[Start of section]

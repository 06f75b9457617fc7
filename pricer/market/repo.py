"""What it costs to hold an underlying with borrowed cash, and what cash from selling it short earns."""

from __future__ import annotations

from collections.abc import Sequence
from dataclasses import dataclass
from datetime import date

from pricer.market.curves import DiscountCurve
from pricer.market.two_sided import as_curves, average_forward_rate, check_order


@dataclass(frozen=True, slots=True)
class RepoCurve:
    """Repo rates of one underlying, log-linear discount factors like any curve.

    ``long`` holds the rate paid on cash raised against a long position, ``short`` the rate
    earned on the proceeds of a short one (lower by the lending fee), ``mid`` the mean of both
    zero rates. The linear price grows the spot at ``mid``; what long and short positions cost
    beyond it, half the difference on the absolute position, is a matter of nonlinear valuation.
    """

    underlying_id: str
    long: DiscountCurve
    short: DiscountCurve
    mid: DiscountCurve

    @classmethod
    def from_zero_rates(
        cls,
        underlying_id: str,
        currency: str,
        valuation_date: date,
        dates: Sequence[date],
        long_rates: Sequence[float],
        short_rates: Sequence[float],
        day_count: str = "ACT/365F",
    ) -> RepoCurve:
        """From continuously compounded zero rates per year of ``day_count``, one of each per date.

        Raises ValueError unless dates increase strictly after the valuation date, rates are
        finite, and no forward rate earned short exceeds the one paid long.
        """
        if len(long_rates) != len(short_rates):
            raise ValueError(
                f"repo of {underlying_id}: {len(long_rates)} long rates for {len(short_rates)} short rates"
            )
        middle = [0.5 * (paid + earned) for paid, earned in zip(long_rates, short_rates, strict=True)]
        sides = (("long", long_rates), ("short", short_rates), ("mid", middle))
        long, short, mid = as_curves(f"repo of {underlying_id},", currency, valuation_date, dates, sides, day_count)
        check_order(long, short, "long", "short")
        return cls(underlying_id, long, short, mid)

    @property
    def last_date(self) -> date:
        """The last quoted date."""
        return self.mid.last_date

    def is_extrapolated(self, day: date) -> bool:
        """Whether ``day`` lies beyond the last quoted date."""
        return self.mid.is_extrapolated(day)

    def half_spread(self, start: date, end: date) -> float:
        """Half of long less short forward rate from ``start`` to ``end``, continuous per year; never negative."""
        difference = average_forward_rate(self.long, start, end) - average_forward_rate(self.short, start, end)
        return max(0.5 * difference, 0.0)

[End of section]

## To do
Please count the lines above containing "float"; number only.

## Response to this exercise
3